** Requirement **
Among the lines below, which ones contain the word "into"? Copy every such line.

** Data excerpts **
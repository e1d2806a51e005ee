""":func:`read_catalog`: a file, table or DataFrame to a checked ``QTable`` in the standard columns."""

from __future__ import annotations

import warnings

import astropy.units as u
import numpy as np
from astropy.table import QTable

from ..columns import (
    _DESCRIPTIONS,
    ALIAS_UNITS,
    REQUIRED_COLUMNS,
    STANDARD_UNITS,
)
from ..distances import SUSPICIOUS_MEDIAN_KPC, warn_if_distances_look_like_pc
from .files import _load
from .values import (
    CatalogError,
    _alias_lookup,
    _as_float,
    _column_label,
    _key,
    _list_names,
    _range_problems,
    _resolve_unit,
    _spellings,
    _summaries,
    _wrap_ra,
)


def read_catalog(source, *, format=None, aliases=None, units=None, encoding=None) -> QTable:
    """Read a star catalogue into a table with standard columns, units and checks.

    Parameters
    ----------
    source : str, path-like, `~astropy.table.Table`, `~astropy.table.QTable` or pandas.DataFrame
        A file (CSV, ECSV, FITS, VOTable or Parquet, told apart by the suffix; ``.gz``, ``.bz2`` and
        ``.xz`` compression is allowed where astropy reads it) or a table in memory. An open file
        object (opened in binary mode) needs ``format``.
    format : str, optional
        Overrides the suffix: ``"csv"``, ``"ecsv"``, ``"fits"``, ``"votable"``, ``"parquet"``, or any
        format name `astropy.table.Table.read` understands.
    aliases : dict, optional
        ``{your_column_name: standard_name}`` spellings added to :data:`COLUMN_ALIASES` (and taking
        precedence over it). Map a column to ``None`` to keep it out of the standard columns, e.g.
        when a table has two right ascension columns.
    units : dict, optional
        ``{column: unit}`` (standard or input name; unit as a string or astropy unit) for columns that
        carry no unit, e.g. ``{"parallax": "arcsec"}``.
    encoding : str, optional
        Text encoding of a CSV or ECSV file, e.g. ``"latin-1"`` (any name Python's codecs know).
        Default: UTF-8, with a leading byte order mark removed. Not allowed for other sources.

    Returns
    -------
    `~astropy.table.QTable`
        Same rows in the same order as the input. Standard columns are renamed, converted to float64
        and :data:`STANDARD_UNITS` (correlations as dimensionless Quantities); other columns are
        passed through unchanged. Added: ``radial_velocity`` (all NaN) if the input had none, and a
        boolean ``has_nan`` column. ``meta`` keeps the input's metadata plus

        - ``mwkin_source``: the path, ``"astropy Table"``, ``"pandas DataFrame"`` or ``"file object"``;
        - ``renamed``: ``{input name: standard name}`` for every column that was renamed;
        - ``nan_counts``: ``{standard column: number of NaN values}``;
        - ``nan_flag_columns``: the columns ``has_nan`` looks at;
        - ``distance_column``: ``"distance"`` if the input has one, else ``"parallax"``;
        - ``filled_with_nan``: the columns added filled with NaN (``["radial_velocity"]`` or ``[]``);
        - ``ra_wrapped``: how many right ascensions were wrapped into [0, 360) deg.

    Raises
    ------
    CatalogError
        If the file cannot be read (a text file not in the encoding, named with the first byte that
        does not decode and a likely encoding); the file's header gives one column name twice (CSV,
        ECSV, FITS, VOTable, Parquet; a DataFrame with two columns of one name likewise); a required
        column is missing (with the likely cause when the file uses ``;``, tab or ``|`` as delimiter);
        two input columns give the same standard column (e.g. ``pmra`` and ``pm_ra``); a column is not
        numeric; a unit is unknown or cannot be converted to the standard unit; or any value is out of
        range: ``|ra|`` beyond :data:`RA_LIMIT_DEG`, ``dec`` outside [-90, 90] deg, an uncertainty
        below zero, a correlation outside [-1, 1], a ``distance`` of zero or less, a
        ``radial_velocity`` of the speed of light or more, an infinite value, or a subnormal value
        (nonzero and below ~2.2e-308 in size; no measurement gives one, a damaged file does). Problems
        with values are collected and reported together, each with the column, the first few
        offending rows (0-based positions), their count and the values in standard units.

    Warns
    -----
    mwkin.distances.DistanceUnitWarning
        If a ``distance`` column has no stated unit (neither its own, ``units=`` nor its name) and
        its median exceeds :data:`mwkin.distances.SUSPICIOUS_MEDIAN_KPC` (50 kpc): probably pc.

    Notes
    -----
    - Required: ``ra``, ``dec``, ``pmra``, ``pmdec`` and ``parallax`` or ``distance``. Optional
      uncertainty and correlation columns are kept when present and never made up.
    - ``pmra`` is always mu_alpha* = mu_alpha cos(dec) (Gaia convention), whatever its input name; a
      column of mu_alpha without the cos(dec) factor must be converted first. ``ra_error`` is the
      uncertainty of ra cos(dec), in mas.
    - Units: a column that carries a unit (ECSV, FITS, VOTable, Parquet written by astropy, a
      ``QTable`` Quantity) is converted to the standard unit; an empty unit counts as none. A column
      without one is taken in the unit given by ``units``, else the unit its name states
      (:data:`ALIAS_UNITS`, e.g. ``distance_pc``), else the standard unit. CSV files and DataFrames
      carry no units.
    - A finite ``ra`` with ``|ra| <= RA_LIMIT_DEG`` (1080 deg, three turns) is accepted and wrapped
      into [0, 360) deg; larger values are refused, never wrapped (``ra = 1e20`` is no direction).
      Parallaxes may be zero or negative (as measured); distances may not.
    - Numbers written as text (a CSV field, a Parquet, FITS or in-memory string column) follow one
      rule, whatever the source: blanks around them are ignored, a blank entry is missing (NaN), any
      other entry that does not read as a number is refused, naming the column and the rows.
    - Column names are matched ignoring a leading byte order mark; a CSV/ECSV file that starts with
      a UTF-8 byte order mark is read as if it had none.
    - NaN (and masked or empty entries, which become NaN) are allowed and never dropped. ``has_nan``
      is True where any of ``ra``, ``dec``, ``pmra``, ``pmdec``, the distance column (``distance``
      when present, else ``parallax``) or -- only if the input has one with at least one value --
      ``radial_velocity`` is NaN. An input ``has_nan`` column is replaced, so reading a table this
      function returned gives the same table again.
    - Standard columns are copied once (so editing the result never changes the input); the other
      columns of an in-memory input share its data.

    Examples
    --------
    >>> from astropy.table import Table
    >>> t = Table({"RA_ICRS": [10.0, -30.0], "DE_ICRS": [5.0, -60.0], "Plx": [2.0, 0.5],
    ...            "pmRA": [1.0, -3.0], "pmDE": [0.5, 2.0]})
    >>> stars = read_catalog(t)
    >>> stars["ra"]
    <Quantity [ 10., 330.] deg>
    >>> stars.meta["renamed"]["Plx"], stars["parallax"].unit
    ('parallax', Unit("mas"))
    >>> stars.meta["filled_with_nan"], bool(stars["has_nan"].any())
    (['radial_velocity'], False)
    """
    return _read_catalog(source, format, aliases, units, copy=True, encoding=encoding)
...
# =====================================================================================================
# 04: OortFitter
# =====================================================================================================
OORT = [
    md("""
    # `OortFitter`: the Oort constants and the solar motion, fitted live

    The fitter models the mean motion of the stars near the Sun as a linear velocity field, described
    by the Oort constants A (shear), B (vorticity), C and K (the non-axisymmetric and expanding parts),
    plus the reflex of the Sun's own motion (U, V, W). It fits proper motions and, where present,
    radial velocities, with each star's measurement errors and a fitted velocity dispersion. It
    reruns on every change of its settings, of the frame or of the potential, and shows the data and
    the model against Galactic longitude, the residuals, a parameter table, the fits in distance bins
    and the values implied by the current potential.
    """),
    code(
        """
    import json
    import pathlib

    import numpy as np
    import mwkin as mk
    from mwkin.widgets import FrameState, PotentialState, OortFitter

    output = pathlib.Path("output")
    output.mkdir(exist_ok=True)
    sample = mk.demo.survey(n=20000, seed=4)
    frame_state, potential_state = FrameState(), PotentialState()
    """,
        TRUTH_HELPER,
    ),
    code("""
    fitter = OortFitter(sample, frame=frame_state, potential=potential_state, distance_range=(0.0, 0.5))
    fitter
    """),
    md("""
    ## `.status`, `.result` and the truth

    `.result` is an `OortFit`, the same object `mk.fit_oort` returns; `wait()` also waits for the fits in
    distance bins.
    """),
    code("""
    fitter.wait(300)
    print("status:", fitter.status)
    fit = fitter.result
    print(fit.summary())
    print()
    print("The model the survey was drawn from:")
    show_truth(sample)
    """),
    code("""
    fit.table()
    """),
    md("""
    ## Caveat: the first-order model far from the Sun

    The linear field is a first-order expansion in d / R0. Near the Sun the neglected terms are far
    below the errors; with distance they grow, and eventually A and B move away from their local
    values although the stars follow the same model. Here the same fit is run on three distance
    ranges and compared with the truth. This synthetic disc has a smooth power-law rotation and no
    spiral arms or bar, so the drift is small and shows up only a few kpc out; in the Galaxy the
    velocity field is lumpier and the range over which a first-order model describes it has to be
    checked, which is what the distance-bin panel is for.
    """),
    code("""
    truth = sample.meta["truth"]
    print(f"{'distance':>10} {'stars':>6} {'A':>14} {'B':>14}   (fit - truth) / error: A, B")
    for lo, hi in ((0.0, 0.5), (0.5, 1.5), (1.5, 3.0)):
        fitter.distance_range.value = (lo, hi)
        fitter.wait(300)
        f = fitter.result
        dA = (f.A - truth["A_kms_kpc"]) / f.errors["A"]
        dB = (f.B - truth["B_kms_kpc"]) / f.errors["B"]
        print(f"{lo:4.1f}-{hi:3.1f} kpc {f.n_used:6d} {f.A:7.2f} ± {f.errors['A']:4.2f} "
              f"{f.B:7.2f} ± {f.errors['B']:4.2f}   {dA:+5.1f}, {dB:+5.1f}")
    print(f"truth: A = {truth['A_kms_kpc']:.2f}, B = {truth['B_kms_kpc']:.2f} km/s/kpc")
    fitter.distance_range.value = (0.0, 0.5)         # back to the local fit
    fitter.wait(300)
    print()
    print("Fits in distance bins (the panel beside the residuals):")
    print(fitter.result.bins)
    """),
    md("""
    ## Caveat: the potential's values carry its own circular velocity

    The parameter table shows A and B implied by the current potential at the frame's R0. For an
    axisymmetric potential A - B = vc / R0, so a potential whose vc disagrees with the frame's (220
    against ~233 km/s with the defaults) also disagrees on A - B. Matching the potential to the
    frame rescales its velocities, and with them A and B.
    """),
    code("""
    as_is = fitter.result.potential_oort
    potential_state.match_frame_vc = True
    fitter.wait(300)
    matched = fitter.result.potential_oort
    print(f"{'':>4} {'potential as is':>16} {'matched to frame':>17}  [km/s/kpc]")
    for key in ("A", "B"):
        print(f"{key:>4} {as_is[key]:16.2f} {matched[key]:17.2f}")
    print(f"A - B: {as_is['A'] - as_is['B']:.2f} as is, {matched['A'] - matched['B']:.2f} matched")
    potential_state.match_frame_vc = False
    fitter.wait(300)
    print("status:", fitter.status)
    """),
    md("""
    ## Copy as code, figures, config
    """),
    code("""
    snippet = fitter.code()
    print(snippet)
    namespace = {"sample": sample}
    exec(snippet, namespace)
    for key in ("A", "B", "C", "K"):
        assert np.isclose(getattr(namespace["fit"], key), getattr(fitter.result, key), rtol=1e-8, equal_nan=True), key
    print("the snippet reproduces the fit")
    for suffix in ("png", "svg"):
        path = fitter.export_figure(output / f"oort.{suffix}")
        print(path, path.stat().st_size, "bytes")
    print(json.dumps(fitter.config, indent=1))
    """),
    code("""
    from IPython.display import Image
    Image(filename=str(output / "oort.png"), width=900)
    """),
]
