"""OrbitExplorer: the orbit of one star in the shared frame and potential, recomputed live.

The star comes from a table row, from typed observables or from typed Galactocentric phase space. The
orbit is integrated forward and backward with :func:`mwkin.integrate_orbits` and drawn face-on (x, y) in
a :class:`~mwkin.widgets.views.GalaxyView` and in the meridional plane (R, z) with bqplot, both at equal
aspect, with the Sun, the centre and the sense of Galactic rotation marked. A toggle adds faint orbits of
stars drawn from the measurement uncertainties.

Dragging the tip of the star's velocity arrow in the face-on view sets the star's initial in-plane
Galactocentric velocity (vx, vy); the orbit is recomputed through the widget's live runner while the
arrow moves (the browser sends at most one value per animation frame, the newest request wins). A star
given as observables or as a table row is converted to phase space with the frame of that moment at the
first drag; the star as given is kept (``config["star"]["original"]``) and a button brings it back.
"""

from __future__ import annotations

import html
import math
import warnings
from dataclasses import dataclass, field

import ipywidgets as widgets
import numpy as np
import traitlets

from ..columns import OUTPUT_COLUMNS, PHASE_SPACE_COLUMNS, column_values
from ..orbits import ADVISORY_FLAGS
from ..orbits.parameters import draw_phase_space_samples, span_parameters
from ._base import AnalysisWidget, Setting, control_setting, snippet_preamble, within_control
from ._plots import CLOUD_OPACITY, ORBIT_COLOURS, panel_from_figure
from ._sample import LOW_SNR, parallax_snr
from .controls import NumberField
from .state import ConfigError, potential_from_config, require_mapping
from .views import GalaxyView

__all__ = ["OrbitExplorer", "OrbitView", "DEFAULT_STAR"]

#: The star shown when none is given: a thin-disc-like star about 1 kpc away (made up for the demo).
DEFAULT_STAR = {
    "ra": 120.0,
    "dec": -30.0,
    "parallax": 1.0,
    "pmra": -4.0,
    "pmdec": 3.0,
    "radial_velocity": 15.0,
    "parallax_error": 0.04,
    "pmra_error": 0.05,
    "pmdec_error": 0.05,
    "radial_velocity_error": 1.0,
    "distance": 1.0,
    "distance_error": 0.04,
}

** Finished exercise **
    """Read a star catalogue into a table with standard columns, units and checks.
        - ``ra_wrapped``: how many right ascensions were wrapped into [0, 360) deg.
      into [0, 360) deg; larger values are refused, never wrapped (``ra = 1e20`` is no direction).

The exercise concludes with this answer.